▶ _What is needed_:
Set down exactly the lines in the records below that run from the line with "grouping in a" to the line with "Burnham, K. P.", inclusive, and nothing more.

▶ _Collected data entries_:
---+---
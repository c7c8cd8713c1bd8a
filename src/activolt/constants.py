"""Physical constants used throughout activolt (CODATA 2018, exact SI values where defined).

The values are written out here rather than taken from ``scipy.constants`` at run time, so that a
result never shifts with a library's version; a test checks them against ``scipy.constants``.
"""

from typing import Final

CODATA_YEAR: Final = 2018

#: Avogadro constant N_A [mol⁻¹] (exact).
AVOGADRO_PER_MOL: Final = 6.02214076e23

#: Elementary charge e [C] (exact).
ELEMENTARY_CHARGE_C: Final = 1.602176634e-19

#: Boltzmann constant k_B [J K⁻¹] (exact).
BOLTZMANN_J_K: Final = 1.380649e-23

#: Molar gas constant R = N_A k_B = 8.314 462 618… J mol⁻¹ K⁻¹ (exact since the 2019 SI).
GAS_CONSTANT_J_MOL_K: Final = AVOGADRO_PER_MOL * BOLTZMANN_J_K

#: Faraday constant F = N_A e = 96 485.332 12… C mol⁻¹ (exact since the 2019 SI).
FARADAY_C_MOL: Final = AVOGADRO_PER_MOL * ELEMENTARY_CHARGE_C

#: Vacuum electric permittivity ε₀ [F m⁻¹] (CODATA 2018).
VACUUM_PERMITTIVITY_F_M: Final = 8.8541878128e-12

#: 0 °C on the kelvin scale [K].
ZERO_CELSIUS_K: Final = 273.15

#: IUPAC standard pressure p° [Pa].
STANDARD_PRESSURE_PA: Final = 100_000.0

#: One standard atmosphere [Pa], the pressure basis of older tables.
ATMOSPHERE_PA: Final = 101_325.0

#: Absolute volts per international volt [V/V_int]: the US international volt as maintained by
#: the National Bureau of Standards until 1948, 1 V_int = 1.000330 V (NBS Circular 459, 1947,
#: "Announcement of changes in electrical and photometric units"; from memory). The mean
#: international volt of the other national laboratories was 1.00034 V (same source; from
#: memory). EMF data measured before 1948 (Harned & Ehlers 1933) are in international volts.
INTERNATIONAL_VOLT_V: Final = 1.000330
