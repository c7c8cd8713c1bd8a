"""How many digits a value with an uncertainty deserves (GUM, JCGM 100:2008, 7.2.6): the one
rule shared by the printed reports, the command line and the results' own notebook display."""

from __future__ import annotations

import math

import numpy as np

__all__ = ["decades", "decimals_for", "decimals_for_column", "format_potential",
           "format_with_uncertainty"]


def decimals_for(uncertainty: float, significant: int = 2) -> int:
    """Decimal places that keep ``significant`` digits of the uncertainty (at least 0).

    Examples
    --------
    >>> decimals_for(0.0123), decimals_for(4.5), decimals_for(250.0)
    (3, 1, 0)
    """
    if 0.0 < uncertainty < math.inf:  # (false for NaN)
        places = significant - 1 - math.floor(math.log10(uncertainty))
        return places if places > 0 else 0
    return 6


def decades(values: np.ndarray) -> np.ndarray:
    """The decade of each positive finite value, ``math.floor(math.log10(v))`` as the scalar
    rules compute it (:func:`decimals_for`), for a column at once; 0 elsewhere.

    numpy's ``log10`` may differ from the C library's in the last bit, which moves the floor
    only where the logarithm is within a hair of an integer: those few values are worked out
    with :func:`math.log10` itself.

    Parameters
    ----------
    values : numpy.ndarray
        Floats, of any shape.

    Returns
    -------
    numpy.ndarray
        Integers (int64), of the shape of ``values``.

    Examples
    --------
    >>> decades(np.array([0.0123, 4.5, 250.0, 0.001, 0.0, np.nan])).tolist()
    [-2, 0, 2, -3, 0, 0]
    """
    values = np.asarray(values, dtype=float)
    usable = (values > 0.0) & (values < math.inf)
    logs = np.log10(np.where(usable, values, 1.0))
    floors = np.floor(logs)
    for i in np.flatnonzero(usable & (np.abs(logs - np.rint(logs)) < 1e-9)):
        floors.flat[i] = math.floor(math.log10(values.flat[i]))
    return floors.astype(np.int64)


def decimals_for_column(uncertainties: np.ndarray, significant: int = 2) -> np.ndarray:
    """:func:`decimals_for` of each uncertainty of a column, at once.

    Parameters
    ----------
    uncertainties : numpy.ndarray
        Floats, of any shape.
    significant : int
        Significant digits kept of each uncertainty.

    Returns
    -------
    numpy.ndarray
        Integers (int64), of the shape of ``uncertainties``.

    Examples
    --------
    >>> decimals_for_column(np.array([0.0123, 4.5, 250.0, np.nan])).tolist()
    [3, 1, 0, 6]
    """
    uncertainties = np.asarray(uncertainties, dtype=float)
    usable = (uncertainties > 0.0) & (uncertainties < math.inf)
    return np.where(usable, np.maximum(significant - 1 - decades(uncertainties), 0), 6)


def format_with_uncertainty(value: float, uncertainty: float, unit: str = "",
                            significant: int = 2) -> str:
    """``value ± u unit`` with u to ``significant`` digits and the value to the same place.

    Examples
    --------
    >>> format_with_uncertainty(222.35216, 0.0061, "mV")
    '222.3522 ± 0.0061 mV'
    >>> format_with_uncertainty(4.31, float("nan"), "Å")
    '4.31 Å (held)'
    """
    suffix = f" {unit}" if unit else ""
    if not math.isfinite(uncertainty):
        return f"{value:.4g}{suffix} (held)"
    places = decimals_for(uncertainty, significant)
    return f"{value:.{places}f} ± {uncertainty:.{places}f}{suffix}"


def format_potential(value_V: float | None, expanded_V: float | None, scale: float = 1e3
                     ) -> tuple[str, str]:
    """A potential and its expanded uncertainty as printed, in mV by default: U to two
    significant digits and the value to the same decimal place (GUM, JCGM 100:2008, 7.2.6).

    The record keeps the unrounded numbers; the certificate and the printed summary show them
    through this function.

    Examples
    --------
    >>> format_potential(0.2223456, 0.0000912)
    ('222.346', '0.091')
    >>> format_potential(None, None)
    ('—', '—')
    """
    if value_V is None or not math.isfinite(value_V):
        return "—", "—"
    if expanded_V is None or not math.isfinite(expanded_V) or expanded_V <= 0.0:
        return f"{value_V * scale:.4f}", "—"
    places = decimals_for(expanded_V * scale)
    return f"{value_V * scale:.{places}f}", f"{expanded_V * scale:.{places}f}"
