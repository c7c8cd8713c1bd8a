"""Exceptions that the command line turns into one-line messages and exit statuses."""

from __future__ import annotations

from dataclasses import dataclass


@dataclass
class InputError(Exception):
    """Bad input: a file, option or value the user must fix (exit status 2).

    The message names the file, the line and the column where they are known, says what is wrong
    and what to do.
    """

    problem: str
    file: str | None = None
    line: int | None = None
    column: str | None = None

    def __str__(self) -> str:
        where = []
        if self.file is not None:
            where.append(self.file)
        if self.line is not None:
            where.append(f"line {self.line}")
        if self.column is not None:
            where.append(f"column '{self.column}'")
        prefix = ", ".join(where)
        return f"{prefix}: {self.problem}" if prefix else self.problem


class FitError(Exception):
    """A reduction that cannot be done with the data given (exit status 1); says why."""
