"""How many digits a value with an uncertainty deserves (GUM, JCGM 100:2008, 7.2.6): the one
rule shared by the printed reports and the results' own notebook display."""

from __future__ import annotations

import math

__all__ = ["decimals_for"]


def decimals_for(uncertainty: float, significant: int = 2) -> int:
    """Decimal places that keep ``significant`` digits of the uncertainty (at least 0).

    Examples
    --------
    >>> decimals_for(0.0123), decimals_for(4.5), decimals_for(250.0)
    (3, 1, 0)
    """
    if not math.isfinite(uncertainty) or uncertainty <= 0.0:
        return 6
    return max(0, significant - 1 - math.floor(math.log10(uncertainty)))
---+---
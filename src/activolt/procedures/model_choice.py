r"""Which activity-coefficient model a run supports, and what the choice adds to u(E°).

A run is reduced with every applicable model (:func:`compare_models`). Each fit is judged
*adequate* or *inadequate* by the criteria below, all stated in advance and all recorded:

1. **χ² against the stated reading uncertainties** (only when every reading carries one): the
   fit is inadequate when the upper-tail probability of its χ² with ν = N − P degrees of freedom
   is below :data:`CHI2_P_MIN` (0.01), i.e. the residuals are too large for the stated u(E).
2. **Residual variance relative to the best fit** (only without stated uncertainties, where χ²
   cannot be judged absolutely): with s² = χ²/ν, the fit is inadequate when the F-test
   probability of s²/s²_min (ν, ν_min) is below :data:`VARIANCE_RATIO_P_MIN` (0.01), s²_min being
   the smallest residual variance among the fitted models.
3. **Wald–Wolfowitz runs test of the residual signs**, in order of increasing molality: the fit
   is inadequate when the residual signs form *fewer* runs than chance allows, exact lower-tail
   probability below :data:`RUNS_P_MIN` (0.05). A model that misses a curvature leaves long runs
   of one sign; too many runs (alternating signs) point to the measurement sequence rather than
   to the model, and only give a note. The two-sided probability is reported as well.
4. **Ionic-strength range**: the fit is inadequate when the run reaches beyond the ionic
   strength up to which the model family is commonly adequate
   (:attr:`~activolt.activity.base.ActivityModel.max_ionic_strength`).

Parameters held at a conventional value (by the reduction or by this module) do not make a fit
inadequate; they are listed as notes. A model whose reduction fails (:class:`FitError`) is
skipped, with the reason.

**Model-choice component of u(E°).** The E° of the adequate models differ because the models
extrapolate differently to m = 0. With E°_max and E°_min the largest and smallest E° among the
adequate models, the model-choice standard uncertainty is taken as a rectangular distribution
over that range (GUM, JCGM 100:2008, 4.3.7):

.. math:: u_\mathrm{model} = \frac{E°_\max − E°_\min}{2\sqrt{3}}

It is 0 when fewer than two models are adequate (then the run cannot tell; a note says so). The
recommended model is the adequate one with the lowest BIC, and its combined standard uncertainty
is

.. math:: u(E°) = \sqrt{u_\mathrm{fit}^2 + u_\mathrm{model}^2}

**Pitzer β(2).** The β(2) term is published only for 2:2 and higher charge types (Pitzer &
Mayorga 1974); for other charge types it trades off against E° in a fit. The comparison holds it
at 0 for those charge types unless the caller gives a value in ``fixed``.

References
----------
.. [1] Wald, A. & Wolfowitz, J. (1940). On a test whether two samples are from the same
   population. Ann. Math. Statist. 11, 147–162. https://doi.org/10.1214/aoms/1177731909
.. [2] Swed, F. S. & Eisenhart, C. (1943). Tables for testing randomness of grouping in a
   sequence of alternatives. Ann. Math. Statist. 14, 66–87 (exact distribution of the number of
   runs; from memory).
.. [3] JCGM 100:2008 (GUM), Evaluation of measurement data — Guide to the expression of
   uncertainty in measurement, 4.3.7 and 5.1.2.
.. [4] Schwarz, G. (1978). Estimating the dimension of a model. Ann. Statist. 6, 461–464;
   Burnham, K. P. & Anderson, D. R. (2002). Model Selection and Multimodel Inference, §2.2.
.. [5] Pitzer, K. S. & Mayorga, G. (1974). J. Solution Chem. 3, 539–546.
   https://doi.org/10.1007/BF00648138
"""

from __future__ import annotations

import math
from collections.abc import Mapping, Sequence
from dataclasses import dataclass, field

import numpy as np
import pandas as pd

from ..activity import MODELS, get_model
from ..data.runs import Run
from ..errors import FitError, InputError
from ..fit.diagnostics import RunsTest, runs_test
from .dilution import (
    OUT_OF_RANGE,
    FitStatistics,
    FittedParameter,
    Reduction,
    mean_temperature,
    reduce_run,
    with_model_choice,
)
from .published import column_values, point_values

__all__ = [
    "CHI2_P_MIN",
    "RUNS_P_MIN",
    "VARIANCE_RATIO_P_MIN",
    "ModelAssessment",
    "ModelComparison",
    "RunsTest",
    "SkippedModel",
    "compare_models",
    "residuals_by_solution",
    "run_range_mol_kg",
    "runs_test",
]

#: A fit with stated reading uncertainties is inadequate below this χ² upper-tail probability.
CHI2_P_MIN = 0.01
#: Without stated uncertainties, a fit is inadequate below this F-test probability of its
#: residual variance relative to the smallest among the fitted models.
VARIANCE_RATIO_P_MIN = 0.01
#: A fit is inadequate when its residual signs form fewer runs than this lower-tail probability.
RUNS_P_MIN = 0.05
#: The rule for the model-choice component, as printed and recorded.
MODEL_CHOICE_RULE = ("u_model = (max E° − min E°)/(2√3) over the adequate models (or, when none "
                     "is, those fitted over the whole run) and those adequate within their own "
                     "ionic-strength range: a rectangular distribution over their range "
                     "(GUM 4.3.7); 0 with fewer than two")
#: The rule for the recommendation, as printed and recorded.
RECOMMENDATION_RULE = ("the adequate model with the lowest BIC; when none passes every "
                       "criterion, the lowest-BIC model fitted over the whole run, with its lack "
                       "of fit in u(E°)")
---+---
▶ _Answer box_:
.. [2] Swed, F. S. & Eisenhart, C. (1943). Tables for testing randomness of grouping in a
   sequence of alternatives. Ann. Math. Statist. 14, 66–87 (exact distribution of the number of
   runs; from memory).
.. [3] JCGM 100:2008 (GUM), Evaluation of measurement data — Guide to the expression of
   uncertainty in measurement, 4.3.7 and 5.1.2.
.. [4] Schwarz, G. (1978). Estimating the dimension of a model. Ann. Statist. 6, 461–464;
   Burnham, K. P. & Anderson, D. R. (2002). Model Selection and Multimodel Inference, §2.2.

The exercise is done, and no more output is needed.